Free Republic
Browse · Search
News/Activism
Topics · Post Article

Skip to comments.

Ken Starr Argues "Candy Cane" Case Before Fifth Circuit (free speech rights of schoolchildren)
Baylor ^ | May 23, 2011

Posted on 05/23/2011 3:41:11 PM PDT by NYer

NEW ORLEANS - Baylor University President Ken Starr was among two former U.S. Solicitors General who assisted the Liberty Institute today in presenting oral arguments in one of the nation's most important cases involving free speech. Known nationwide as the "candy cane" case, the outcome of Morgan v. Plano Independent School District will likely determine whether elementary schoolchildren have First Amendment rights under the U.S. Constitution.

The case was heard by all 17 judges on the Fifth Circuit Court of Appeals, sitting en banc, a rare occurrence reserved for cases of national impact.

According to the Liberty Institute, the case involves several students who were discriminated against because their speech was religious in nature, including a young boy who was singled out and banned from handing out candy cane pens with a religious message at his class "winter" party, a little girl who was threatened for handing out tickets after school to a religious play, and an entire class of kids who were forbidden from writing "Merry Christmas" on holiday cards to American troops serving overseas. On appeal, the government officials are now arguing that elementary students are too young to have First Amendment rights.

Judge Starr, former U.S. Solicitor General from 1989-93 under President George H.W. Bush, and Paul Clement, former U.S. Solicitor General under President George W. Bush, joined the Liberty Institute in arguing for the students.

Judge Starr stated in the argument, "This is 'cold on the docks' unconstitutional. We come in the spirit of Barnette v. West Virginia, that school districts have the responsibility to obey the law."

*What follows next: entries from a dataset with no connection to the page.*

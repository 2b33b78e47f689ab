import { spawn } from 'node:child_process';
import { mkdtempSync, rmSync, writeFileSync } from 'node:fs';
import { tmpdir } from 'node:os';
import path from 'node:path';
import { afterAll, beforeAll, describe, expect, it } from 'vitest';
import { closePool, withScope } from '@/db/client';
import { editions, surveys } from '@/db/schema';
import { cloneTestDatabase, type TestDatabase } from '@/lib/local/test-database';
import { createJob } from '@/lib/services/job/create';
import { costs, edition, SURVEY } from './kitchen-scene';
import { addContractor, valueOf, type Contractor } from './scene';

let database: TestDatabase;
let tern: Contractor;
const folder = mkdtempSync(path.join(tmpdir(), 'import-'));

beforeAll(async () => {
  database = await cloneTestDatabase();
  tern = await addContractor('tern-hollow');
  valueOf(await createJob(tern.owner, { name: 'Sorrel Lane', address: '14 Sorrel Lane' }));
});

afterAll(async () => {
  await closePool();
  await database.drop();
  rmSync(folder, { recursive: true, force: true });
});

function file(name: string, content: unknown): string {
  const place = path.join(folder, name);
  writeFileSync(place, typeof content === 'string' ? content : JSON.stringify(content));
  return place;
}

/** Runs the command as a person would, with the database of this test. */
function run(...args: string[]): Promise<{ code: number | null; said: string; faults: string }> {
  return new Promise((resolve, reject) => {
    const child = spawn(process.execPath, ['--import', 'tsx', 'lib/cli/import.ts', ...args], {
      env: process.env,
      stdio: ['ignore', 'pipe', 'pipe'],
    });
    let said = '';
    let faults = '';
    child.stdout.on('data', (bytes: Buffer) => (said += bytes.toString()));
    child.stderr.on('data', (bytes: Buffer) => (faults += bytes.toString()));
    child.once('error', reject);
    child.once('exit', (code) => resolve({ code, said, faults }));
  });
}

const held = () =>
  withScope(tern.worker, async (tx) => ({
    surveys: await tx.$count(surveys),
    editions: await tx.$count(editions),
  }));

const survey = (place: string) => run('survey', '--company', 'tern-hollow', '--job', '1', place);

describe('the import command', () => {
  it('brings a survey and an edition in and says what it stored', async () => {
    const stored = await survey(file('survey.json', SURVEY));
    expect(stored).toMatchObject({ code: 0, faults: '' });
    expect(stored.said).toMatch(/^Survey 1 of job 1 is stored \([0-9a-f]{64}\)\.\n$/);
    const book = file('edition.json', { edition: edition(1), costs: costs(1) });
    const published = await run('edition', '--company', 'tern-hollow', book);
    expect(published).toMatchObject({ code: 0, faults: '' });
    expect(published.said).toMatch(/^Edition 1 is published/);
    expect(await held()).toEqual({ surveys: 1, editions: 1 });
  });

  it('lists every fault of a bad file by path, ends with code 2 and stores nothing', async () => {
    const before = await held();
    const [cabinet] = SURVEY.cabinets;
    const bad = { ...SURVEY, kitchen: 7, cabinets: [{ ...cabinet, width: 'wide', zone: 'attic' }] };
    const refused = await survey(file('bad.json', bad));
    expect(refused).toMatchObject({ code: 2, said: '' });
    for (const place of ['kitchen', 'cabinets.0.width', 'cabinets.0.zone']) {
      expect(refused.faults).toMatch(new RegExp(`^  ${place.replaceAll('.', '\\.')}: `, 'm'));
    }
    expect(await held()).toEqual(before);
  });

  it.each([
    ['text that is not JSON', () => survey(file('text.json', '{')), 'is not JSON'],
    ['a file that is not there', () => survey(path.join(folder, 'none.json')), 'cannot be read'],
    [
      'a company that is not there',
      () => run('survey', '--company', 'nobody', '--job', '1', file('s.json', SURVEY)),
      'no company',
    ],
    [
      'a job that is not there',
      () => run('survey', '--company', 'tern-hollow', '--job', '77', file('s.json', SURVEY)),
      'no job 77',
    ],
    [
      'somebody who is not of the staff',
      () =>
        run(
          'survey',
          '--company',
          'tern-hollow',
          '--job',
          '1',
          '--as',
          'dov@quillback.example',
          file('s.json', SURVEY),
        ),
      'not of the staff',
    ],
    ['no file', () => run('survey', '--company', 'tern-hollow', '--job', '1'), 'Usage'],
    ['an unknown kind', () => run('kitchen', '--company', 'tern-hollow', file('s.json', SURVEY)), 'Usage'],
    [
      'an unknown option',
      () => run('survey', '--contractor', 'tern-hollow', file('s.json', SURVEY)),
      '--contractor',
    ],
  ])('given %s says so and ends with code 2', async (_, attempt, words) => {
    const refused = await attempt();
    expect(refused).toMatchObject({ code: 2, said: '' });
    expect(refused.faults).toContain(words);
  });
});
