describe.each(SCOPES)('%s', (scope) => {
  it.each(NAMES)('reads of %s what the table above says, and nothing else', async (table) => {
    const seen = await withScope(scopeOf(scope), (tx) =>
      labelsOf(tx, sql`select ${labelSql(table)} as label from ${sql.raw(table)}`),
    );
    expect(seen).toEqual(told(table, reach(scope, table, 'read')));
  });

  it.each(NAMES)('adds to %s only where the table above says', async (table) => {
    const rule = ruleOf(table);
    for (const label of LABELS) {
      const outcome = await tried(scopeOf(scope), async (tx) => {
        await add(tx, table, places[label]);
        return 'added';
      });
      const allowed =
        reach(scope, table, 'write').includes(label) &&
        (rule.added !== 'worker' || scope.startsWith('worker'));
      // A second company under the id of the first runs into the key, after the policy has let it by.
      const added = table === 'companies' ? /^(added|duplicate key)/ : /^added$/;
      if (allowed) expect(outcome, label).toMatch(added);
      else expect(outcome, label).toMatch(/violates row-level security policy/);
    }
  });

  it.each(NAMES)('changes of %s only what the table above says', async (table) => {
    const rule = ruleOf(table);
    const column = table === 'companies' ? 'name' : 'company_id';
    const outcome = await tried(scopeOf(scope), (tx) =>
      labelsOf(
        tx,
        sql`update ${sql.raw(table)} set ${sql.raw(column)} = ${sql.raw(column)} returning ${labelSql(table)} as label`,
      ),
    );
    if (rule.grown) expect(outcome).toBe(`permission denied for table ${table}`);
    else expect(outcome).toEqual(told(table, reach(scope, table, 'write')));
  });

  it.each(NAMES)('removes of %s only what the table above says', async (table) => {
    const outcome = await tried(scopeOf(scope), (tx) => {
      const which = table === 'draws' ? sql` where number = 2` : sql``;
      return labelsOf(tx, sql`delete from ${sql.raw(table)}${which} returning ${labelSql(table)} as label`);
    });
    if (!ruleOf(table).removed) expect(outcome).toBe(`permission denied for table ${table}`);
    else expect(outcome).toEqual(told(table, reach(scope, table, 'write')));
  });
});

describe('no scope', () => {
  it.each(NAMES)('shows no row of %s and takes none', async (table) => {
    const bare = postgres(database.appUrl, { max: 1 });
    try {
      const rows = await bare`select 1 from ${bare(table)}`;
      expect([...rows]).toEqual([]);
      if (!ruleOf(table).grown) {
        const column = table === 'companies' ? 'name' : 'company_id';
        const changed = await bare`update ${bare(table)} set ${bare(column)} = ${bare(column)}`;
        expect(changed.count).toBe(0);
      }
      await expect(bare`insert into ${bare(table)} default values`).rejects.toThrow();
    } finally {
      await bare.end();
    }
  });

  it('the application role can neither truncate nor alter nor become another', async () => {
    const bare = postgres(database.appUrl, { max: 1 });
    try {
      for (const table of NAMES) {
        await expect(bare`truncate ${bare(table)} cascade`).rejects.toThrow('permission denied');
        await expect(bare`alter table ${bare(table)} disable row level security`).rejects.toThrow(
          'must be owner',
        );
      }
      await expect(bare`set role app_owner`).rejects.toThrow('permission denied');
      await expect(bare`create table mine (id int)`).rejects.toThrow('permission denied');
    } finally {
      await bare.end();
    }
  });
});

In a Liberty Institute video about the "candy cane" case, Judge Starr said, "For over a half century, the Supreme Court and other courts have held that schoolchildren have constitutional rights, especially the rights of freedom of speech, freedom of conscience, and that's what's at stake here. And so a ruling to the effect that schoolchildren don't have those rights would really represent, in my view, a very significant departure from subtle law, and more than that, it just would give enormous power to schools and school districts in ways that are really incompatible with the spirit of liberty that informs a constitutional republic."

The Liberty Institute said that eight groups of diverse political views, from conservative groups to the ACLU, have filed briefs in support of the students.

Liberty Institute is a public policy and non-profit legal firm dedicated to protecting freedoms and strengthening families and specializes in First Amendment and Constitutional cases.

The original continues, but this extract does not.